*REQUIRED ACTION*: Retype only the lines at the head of the records, first through the one with "const loq = one(result, 'loq');", exactly as written.

"""

describe('engine/run/derived', () => {
  it('LOD and LOQ of a calibration line match a hand computation from s and the slope', async () => {
    const { result } = await runSpec(LINE + 'derive lod = 3.3 * cal.rmse / cal.slope [mg/L]\nderive loq = 10 * cal.rmse / cal.slope [mg/L]', dir);
    const ys = xs.map((x, i) => 0.004 + 0.1 * x + 0.003 * e1[i]);
    const ols = olsLine(xs, ys);
    const lod = one(result, 'lod');
    const loq = one(result, 'loq');
    // common practice (ICH Q2): LOD = 3.3·s/slope, LOQ = 10·s/slope; s and slope from ml-matrix OLS.
    expect(lod.value!).toBeCloseTo(3.3 * ols.s / ols.slope, 12);
    expect(loq.value!).toBeCloseTo(10 * ols.s / ols.slope, 12);
    // Delta method with s fixed: se(LOD) = 3.3·s/slope² · se(slope).
    expect(lod.stderr! / ((3.3 * ols.s / ols.slope ** 2) * ols.seSlope)).toBeCloseTo(1, 10);
    // Student t interval with the fit's dof (library: @stdlib t quantile).
    const t = tQuantile(0.975, xs.length - 2);
    expect(lod.dof).toBe(xs.length - 2);
    expect(lod.level).toBe(0.95);
    expect(lod.lower!).toBeCloseTo(lod.value! - t * lod.stderr!, 12);
    expect(lod.upper!).toBeCloseTo(lod.value! + t * lod.stderr!, 12);
    expect(lod.unit).toBe('mg/L');
    expect(lod.expression).toBe('3.3 * cal.rmse / cal.slope');
    expect(lod.fits).toEqual(['cal']);
    expect(lod.note).toMatch(/delta method/);
    expect(lod.note).toMatch(/cal\.rmse taken as fixed/);
  });

  it('the delta-method standard error equals gᵀCg with a finite-difference gradient (ml-matrix)', async () => {
    const { result } = await runSpec(DECAY + 'derive q = newton.amp * exp(-3 / newton.tau) / (1 + newton.base ^ 2 / 1000)', dir);
    const fit = result.fits[0];
    const est = fit.parameters.map((p) => p.estimate);
    const f = ([base, amp, tau]: number[]) => amp * Math.exp(-3 / tau) / (1 + base ** 2 / 1000);
    // Central differences, step h_j = 1e-6·|θ_j| (finite differences in tests only).
    const g = est.map((v, j) => {
      const h = 1e-6 * Math.abs(v);
      const up = [...est];
      const dn = [...est];
      up[j] += h;
      dn[j] -= h;
      return (f(up) - f(dn)) / (2 * h);
    });
    const G = new Matrix([g]);
    const variance = G.mmul(new Matrix(fit.covariance)).mmul(G.transpose()).get(0, 0);
    const q = one(result, 'q');
    expect(q.value!).toBeCloseTo(f(est), 12);
    expect(q.stderr! / Math.sqrt(variance)).toBeCloseTo(1, 6);
    // The covariance is not diagonal here, so ignoring it would give a different answer.
    const diagonalOnly = Math.sqrt(g.reduce((s, gj, j) => s + gj * gj * fit.covariance[j][j], 0));
    expect(Math.abs(diagonalOnly / q.stderr! - 1)).toBeGreaterThan(1e-3);
  });

  it('ln(2)·tau has standard error ln(2)·se(tau) and the fit\'s t interval', async () => {
    const { result } = await runSpec(DECAY + 'derive half_life = ln(2) * newton.tau [min]', dir);
    const tau = result.fits[0].parameters.find((p) => p.name === 'tau')!;
    const h = one(result, 'half_life');
    expect(h.value!).toBeCloseTo(Math.LN2 * tau.estimate, 12);
    expect(h.stderr! / (Math.LN2 * tau.stderr!)).toBeCloseTo(1, 12);
    // Same t quantile as the parameter interval: the interval scales by ln 2.
    expect(h.lower! / (Math.LN2 * tau.lower!)).toBeCloseTo(1, 10);
    expect(h.upper! / (Math.LN2 * tau.upper!)).toBeCloseTo(1, 10);
  });

  it('a chain of derived quantities propagates through the expanded expression', async () => {
    const { result } = await runSpec(DECAY + 'derive a = ln(2) * newton.tau\nderive b = 2 * a + newton.base\nderive c = 2 * ln(2) * newton.tau + newton.base', dir);
    const b = one(result, 'b');
    const c = one(result, 'c');
    expect(b.value!).toBeCloseTo(c.value!, 12);
    expect(b.stderr! / c.stderr!).toBeCloseTo(1, 12);
    expect(b.fits).toEqual(['newton']);
  });

  it('two fits: independent parameters, normal interval at their common level', async () => {
    const spec = LINE + `data d2 = "line2.csv"
fit cal2 on d2 {
  model y = intercept + slope * x
  param intercept
  param slope
}
derive diff = cal2.slope - cal.slope`;
    const { result } = await runSpec(spec, dir);
    const se = (fit: string) => result.fits.find((f) => f.name === fit)!.parameters[1].stderr!;
    const d = one(result, 'diff');
    expect(d.stderr! / Math.hypot(se('cal'), se('cal2'))).toBeCloseTo(1, 12);
    expect(d.dof).toBeNull();
    expect(d.level).toBe(0.95);
    // z_0.975 = 1.959963984540054 (from memory; standard normal 97.5 % quantile).
    expect((d.upper! - d.value!) / d.stderr!).toBeCloseTo(1.959963984540054, 9);
    expect(d.note).toMatch(/independent/);
    expect(d.note).toMatch(/normal interval/);
  });

  it('per-group fits give one value per group; a fit without groups is shared', async () => {
    const spec = `data dec = "decay.csv"
fit newton on dec {
  model temp = base + amp * exp(-t / tau)
  param base = 15
  param amp = 60
  param tau = 5
  per batch
}
${LINE}derive half_life = ln(2) * newton.tau [min]
derive mixed = newton.tau * cal.slope
expect half_life within 5 .. 7`;
    const { result } = await runSpec(spec, dir);
    const rows = (result.derived ?? []).filter((d) => d.name === 'half_life');
    expect(rows.map((r) => r.group)).toEqual(['1', '2']);
    for (const r of rows) {
      const tau = result.fits.find((f) => f.name === 'newton' && f.group === r.group)!.parameters.find((p) => p.name === 'tau')!;
      expect(r.value!).toBeCloseTo(Math.LN2 * tau.estimate, 12);
      expect(r.stderr! / (Math.LN2 * tau.stderr!)).toBeCloseTo(1, 12);
    }
    expect((result.derived ?? []).filter((d) => d.name === 'mixed').map((r) => r.group)).toEqual(['1', '2']);
    // Batch 1 (tau 9, half-life ≈ 6.2) passes, batch 2 (tau 12, ≈ 8.3) does not.
    const checks = result.expectations.map((e) => [e.group, e.passed]);
    expect(checks).toEqual([['1', true], ['2', false]]);
  });

  it('expectations read the value or its standard error, and fail with the reason', async () => {
    const spec = LINE + `derive lod = 3.3 * cal.rmse / cal.slope
derive nope = 1 / (cal.slope - cal.slope)
expect lod below 1
expect lod above 1
expect lod.se below 1e-9
expect lod.se above 0
expect nope below 1`;
    const { result } = await runSpec(spec, dir);
    expect(result.expectations.map((e) => e.passed)).toEqual([true, false, false, true, false]);
    const lod = one(result, 'lod');
    expect(result.expectations[0].actual).toBe(lod.value);
    expect(result.expectations[2].actual).toBe(lod.stderr);
    expect(result.expectations[1].message).toMatch(/^lod = [\d.]+ is not above 1$/);
    expect(result.expectations[4].actual).toBeNull();
    expect(result.expectations[4].message).toMatch(/nope could not be computed \(the value is not a finite number/);
  });

  it('reports why a number is missing: no free parameter, statistics only, failed or missing fit', async () => {
    const spec = `data d = "line.csv"
data gone = "missing.csv"
fit fixed_line on d {
  model y = intercept + slope * x
  param intercept
  param slope = 0.1 fixed
}
fit lost on gone {
  model y = a * x
  param a
}
derive only_fixed = 2 * fixed_line.slope
derive only_stats = fixed_line.rmse * fixed_line.n
derive from_lost = lost.a
derive uses_both = fixed_line.intercept + lost.a`;
    const { result } = await runSpec(spec, dir, { headers: false });
    const fx = one(result, 'only_fixed');
    expect(fx.value).toBeCloseTo(0.2, 15);
    expect([fx.stderr, fx.lower, fx.upper, fx.level]).toEqual([null, null, null, null]);
    expect(fx.note).toMatch(/no free parameter/);
    const st = one(result, 'only_stats');
    expect(st.value!).toBeCloseTo(result.fits[0].goodness.rmse * xs.length, 12);
    expect(st.stderr).toBeNull();
    expect(st.note).toMatch(/fixed_line\.rmse, fixed_line\.n taken as fixed/);
    for (const name of ['from_lost', 'uses_both']) {
      const d = one(result, name);
      expect(d.value).toBeNull();
      expect(d.note).toBe('fit lost has no result.');
    }
  });

  it('a failed fit and a fit without the parameter give no value (direct call)', () => {
    const fit = (stop: FitResult['stop']): FitResult => ({
      name: 'f', stop, level: 0.95, goodness: { dof: 3 }, covariance: [[1]], correlation: [[1]], iterations: 0,
      parameters: [{ name: 'a', estimate: 2, stderr: 1, fixed: false }],
    }) as unknown as FitResult;
    const plan = [{ name: 'q', expr: { kind: 'result' as const, fit: 'f', of: 'estimate' as const, name: 'a' }, text: 'f.a', fits: ['f'], range: undefined as never }];
    const failed = runDerived(plan, new Map([['f', [fit({ code: 'failed', message: 'n < p', converged: false })]]]));
    expect(failed[0]).toMatchObject({ value: null, note: 'fit f failed (n < p).' });
    const ok = runDerived(plan, new Map([['f', [fit({ code: 'small_reduction', message: '', converged: true })]]]));
    expect(ok[0]).toMatchObject({ value: 2, stderr: 1 });
    const stalled = runDerived(plan, new Map([['f', [fit({ code: 'max_iterations', message: '', converged: false })]]]));
    expect(stalled[0].note).toMatch(/did not converge/);
    const other = [{ ...plan[0], expr: { ...plan[0].expr, name: 'b' } }];
    expect(runDerived(other, new Map([['f', [fit({ code: 'exact', message: '', converged: true })]]]))[0].note).toBe('fit f has no parameter b.');
  });

  it('a covariance entry that is not finite gives no standard error', () => {
    const fit = { name: 'f', stop: { code: 'exact', message: '', converged: true }, level: 0.95, goodness: { dof: 3 }, iterations: 0,
      covariance: [[NaN, 0], [0, 4]], correlation: [[NaN, NaN], [NaN, 1]],
      parameters: [{ name: 'a', estimate: 2, stderr: NaN, fixed: false }, { name: 'b', estimate: 3, stderr: 2, fixed: false }] } as unknown as FitResult;
    const mk = (text: string, expr: DerivedPlanExpr) => ({ name: text, expr, text, fits: ['f'], range: undefined as never });
    const ref = (name: string) => ({ kind: 'result' as const, fit: 'f', of: 'estimate' as const, name });
    const [onlyB, withA] = runDerived([mk('b2', { kind: 'binary', op: '*', left: { kind: 'number', value: 2 }, right: ref('b') }), mk('ab', { kind: 'binary', op: '*', left: ref('a'), right: ref('b') })], new Map([['f', [fit]]]));
    expect(onlyB.stderr).toBeCloseTo(4, 15); // 2·√4; the NaN variance of a is not read (zero derivative)
    expect(withA.stderr).toBeNull();
    expect(withA.note).toMatch(/covariance of f is not available/);
  });

  it('reads a derived quantity through its value and gradient: a doubling chain stays exact, a long chain works', () => {
    const fit = { name: 'f', stop: { code: 'exact', message: '', converged: true }, level: 0.95, goodness: { dof: 3 }, iterations: 0,
      covariance: [[1]], correlation: [[1]], parameters: [{ name: 'a', estimate: 1, stderr: 1, fixed: false }] } as unknown as FitResult;
    const a = { kind: 'result', fit: 'f', of: 'estimate', name: 'a' } as DerivedPlanExpr;
    const ref = (k: number) => ({ kind: 'derived', name: `d${k}` }) as DerivedPlanExpr;
    const plan = (k: number, expr: DerivedPlanExpr) => ({ name: `d${k}`, expr, text: '', fits: ['f'], range: undefined as never });
    // d0 = f.a, dk = d(k-1) * d(k-1) = a^(2^k): expanded, d40 would have 2^41 − 1 nodes; its derivative at a = 1 is 2^k
    const doubling = Array.from({ length: 41 }, (_, k) => plan(k, k === 0 ? a : { kind: 'binary', op: '*', left: ref(k - 1), right: ref(k - 1) } as DerivedPlanExpr));
    const out = runDerived(doubling, new Map([['f', [fit]]]));
    for (const [k, d] of out.entries()) {
      expect(d.value).toBe(1);
      expect(d.stderr).toBe(2 ** k); // se(a) = 1; exact in binary
    }
    // dk = d(k-1) + 1 over 20,000 quantities: value a + k, standard error se(a)
    const chain = Array.from({ length: 20_000 }, (_, k) => plan(k, k === 0 ? a : { kind: 'binary', op: '+', left: ref(k - 1), right: { kind: 'number', value: 1 } } as DerivedPlanExpr));
    const long = runDerived(chain, new Map([['f', [fit]]]));
    expect(long).toHaveLength(20_000);
    expect(long[19_999].value).toBe(20_000);
    expect(long[19_999].stderr).toBe(1);
    expect(long[19_999].note).toMatch(/delta method/);
  });

  it('a quantity reading one that could not be evaluated says so', () => {
    const fit = { name: 'f', stop: { code: 'exact', message: '', converged: true }, level: 0.95, goodness: { dof: 3 }, iterations: 0,
      covariance: [[1]], correlation: [[1]], parameters: [{ name: 'a', estimate: 1, stderr: 1, fixed: false }] } as unknown as FitResult;
    const plans = [
      { name: 'bad', expr: { kind: 'derived', name: 'nowhere' } as DerivedPlanExpr, text: '', fits: ['f'], range: undefined as never },
      { name: 'next', expr: { kind: 'derived', name: 'bad' } as DerivedPlanExpr, text: '', fits: ['f'], range: undefined as never },
    ];
    const out = runDerived(plans, new Map([['f', [fit]]]));
    expect(out[0].note).toBe('no derived quantity nowhere above this one.');
    expect(out[1].note).toBe('it reads bad, which could not be evaluated.');
  });

  it('skips derived quantities (and their expectations) of fits not run', async () => {
    const spec = LINE + DECAY.replace('data dec', 'data dec2').replace('on dec', 'on dec2') + 'derive a = cal.slope\nderive b = newton.tau\nexpect a above 0\nexpect b above 0';
    const { result } = await runSpec(spec, dir, { fits: ['newton'] });
    expect((result.derived ?? []).map((d) => d.name)).toEqual(['b']);
    expect(result.expectations.map((e) => e.expectation.text)).toEqual(['b above 0']);
  });

  it('results with derived quantities (groups, missing values) validate against the schema', async () => {
    const spec = `data dec = "decay.csv"
fit newton on dec {
  model temp = base + amp * exp(-t / tau)
  param base = 15
  param amp = 60
  param tau = 5
  per batch
}
${LINE}derive half_life = ln(2) * newton.tau [min]
derive nope = ln(-cal.slope)
derive s = cal.rmse
expect half_life.se below 1
expect nope above 0`;
    const { result } = await runSpec(spec, dir);
    expect(result.derived?.length).toBe(4);
    const validate = new Ajv().compile(schema);
    const ok = validate(resultToJsonValue(result));
    expect(validate.errors ?? []).toEqual([]);
    expect(ok).toBe(true);
    const broken = resultToJsonValue<{ derived: { value: unknown }[] }>(result);
    broken.derived[0].value = 'six';
    expect(validate(broken)).toBe(false);
  });
});
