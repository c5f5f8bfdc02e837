// The end-to-end scenario through the VS Code API (loaded by @vscode/test-electron
// in the extension host; see run.cjs). No sleeps: each step waits for an event
// or a condition. Prints "N passed, N failed" and rejects on failure.
'use strict';
const path = require('path');
const vscode = require('vscode');

const TIMEOUT_MS = 60000;

/** Resolves when `probe()` is truthy, re-checking on `event`; rejects after TIMEOUT_MS. */
function until(event, probe, what) {
  return new Promise((resolve, reject) => {
    const first = probe();
    if (first) return resolve(first);
    const timer = setTimeout(() => { sub.dispose(); reject(new Error(`timed out waiting for ${what}`)); }, TIMEOUT_MS);
    const sub = event(() => {
      const v = probe();
      if (v) { clearTimeout(timer); sub.dispose(); resolve(v); }
    });
  });
}

async function run() {
  const results = [];
  const check = (name, ok, detail) => {
    results.push(ok);
    console.log(`${ok ? 'ok  ' : 'FAIL'} ${name}${detail ? ` — ${detail}` : ''}`);
  };
  try {
    const ws = process.env.LEASTWISE_E2E_WORKSPACE;
    const uri = vscode.Uri.file(path.join(ws, 'cooling.lsq'));
    const doc = await vscode.workspace.openTextDocument(uri);
    const editor = await vscode.window.showTextDocument(doc);
    check('spec opens as the lsq language', doc.languageId === 'lsq', doc.languageId);
    const ext = vscode.extensions.all.find((e) => e.packageJSON.name === 'leastwise');
    await ext.activate();
    check('extension active', ext.isActive);

    // typo in a column name -> error with a "did you mean" quick fix
    const line = doc.getText().split(/\r?\n/).findIndex((l) => /^\s*sigma\s+temp_sd\s*$/.test(l));
    const end = doc.lineAt(line).range.end;
    await editor.edit((e) => e.insert(end, 'x'));
    const errors = await until(vscode.languages.onDidChangeDiagnostics, () => {
      const d = vscode.languages.getDiagnostics(uri).filter((x) => x.severity === vscode.DiagnosticSeverity.Error);
      return d.length ? d : null;
    }, 'the unknown_column error');
    check('unknown column reported', errors[0].message.includes('temp_sdx'), errors[0].message);
    const actions = await vscode.commands.executeCommand('vscode.executeCodeActionProvider', uri, errors[0].range, vscode.CodeActionKind.QuickFix.value);
    const fix = (actions || []).find((a) => a.title === "Change to 'temp_sd'");
    check('quick fix offered', Boolean(fix), (actions || []).map((a) => a.title).join(', '));
    if (fix) await vscode.workspace.applyEdit(fix.edit);
    await until(vscode.languages.onDidChangeDiagnostics, () => vscode.languages.getDiagnostics(uri).every((x) => x.severity !== vscode.DiagnosticSeverity.Error) || null, 'the error to clear');
    check('error cleared after the fix', true);

    // completion in the model expression
    const model = doc.getText().split(/\r?\n/).findIndex((l) => /^\s*model\b/.test(l));
    const items = await vscode.commands.executeCommand('vscode.executeCompletionItemProvider', uri, new vscode.Position(model, doc.lineAt(model).text.length - 1));
    const labels = items.items.map((i) => (typeof i.label === 'string' ? i.label : i.label.label));
    check('completion offers parameters and columns', labels.includes('tau') && labels.includes('time_min'), labels.slice(0, 12).join(', '));

    // fit, then hover a parameter
    const ok = await vscode.commands.executeCommand('leastwise.fitFile', uri);
    check('Fit This File returned a result', ok === true);
    const tauLine = doc.getText().split(/\r?\n/).findIndex((l) => /^\s*param\s+tau\b/.test(l));
    const hovers = await vscode.commands.executeCommand('vscode.executeHoverProvider', uri, new vscode.Position(tauLine, doc.lineAt(tauLine).text.indexOf('tau') + 1));
    const text = hovers.flatMap((h) => h.contents.map((c) => (typeof c === 'string' ? c : c.value))).join('\n');
    check('hover shows estimate ± standard error', text.includes('±'), text.split('\n').find((l) => l.includes('±')));
  } catch (e) {
    check('no exception', false, e.message);
  }
  const passed = results.filter(Boolean).length;
  console.log(`${passed} passed, ${results.length - passed} failed`);
  if (passed !== results.length) throw new Error(`${results.length - passed} end-to-end checks failed`);
}

module.exports = { run };
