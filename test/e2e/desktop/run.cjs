#!/usr/bin/env node
// Desktop runner of the end-to-end suite: the same scenario as test/e2e/run.cjs,
// driven through the VS Code API inside a desktop VS Code started by
// @vscode/test-electron (`npm run test:desktop`).
//
// Offline note: test-electron DOWNLOADS VS Code (from update.code.visualstudio.com)
// unless told where one is installed. On a machine without that access, set
// VSCODE_EXECUTABLE to an installed VS Code binary (e.g. /usr/share/code/code);
// without it this runner fails at the download step. The code-server runner
// (npm run test:e2e) is the one used where there is no download access.
'use strict';
const fs = require('fs');
const os = require('os');
const path = require('path');
const { runTests } = require('@vscode/test-electron');

async function main() {
  const repo = path.resolve(__dirname, '..', '..', '..');
  const work = fs.mkdtempSync(path.join(os.tmpdir(), 'leastwise-desktop-'));
  const ws = path.join(work, 'cooling');
  fs.cpSync(path.join(repo, 'samples', 'cooling'), ws, { recursive: true });
  try {
    await runTests({
      extensionDevelopmentPath: repo,
      extensionTestsPath: path.join(__dirname, 'suite.cjs'),
      ...(process.env.VSCODE_EXECUTABLE ? { vscodeExecutablePath: process.env.VSCODE_EXECUTABLE } : {}),
      launchArgs: [ws, '--disable-extensions', '--disable-workspace-trust', '--skip-welcome', '--skip-release-notes'],
      extensionTestsEnv: { LEASTWISE_E2E_WORKSPACE: ws },
    });
  } finally {
    fs.rmSync(work, { recursive: true, force: true });
  }
}

main().catch((e) => {
  console.error(`desktop end-to-end failed: ${e && e.message ? e.message : e}`);
  process.exit(1);
});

"""

*RESULT OF THIS TASK*:
describe('engine/run/derived', () => {
  it('LOD and LOQ of a calibration line match a hand computation from s and the slope', async () => {
    const { result } = await runSpec(LINE + 'derive lod = 3.3 * cal.rmse / cal.slope [mg/L]\nderive loq = 10 * cal.rmse / cal.slope [mg/L]', dir);
    const ys = xs.map((x, i) => 0.004 + 0.1 * x + 0.003 * e1[i]);
    const ols = olsLine(xs, ys);
    const lod = one(result, 'lod');
    const loq = one(result, 'loq');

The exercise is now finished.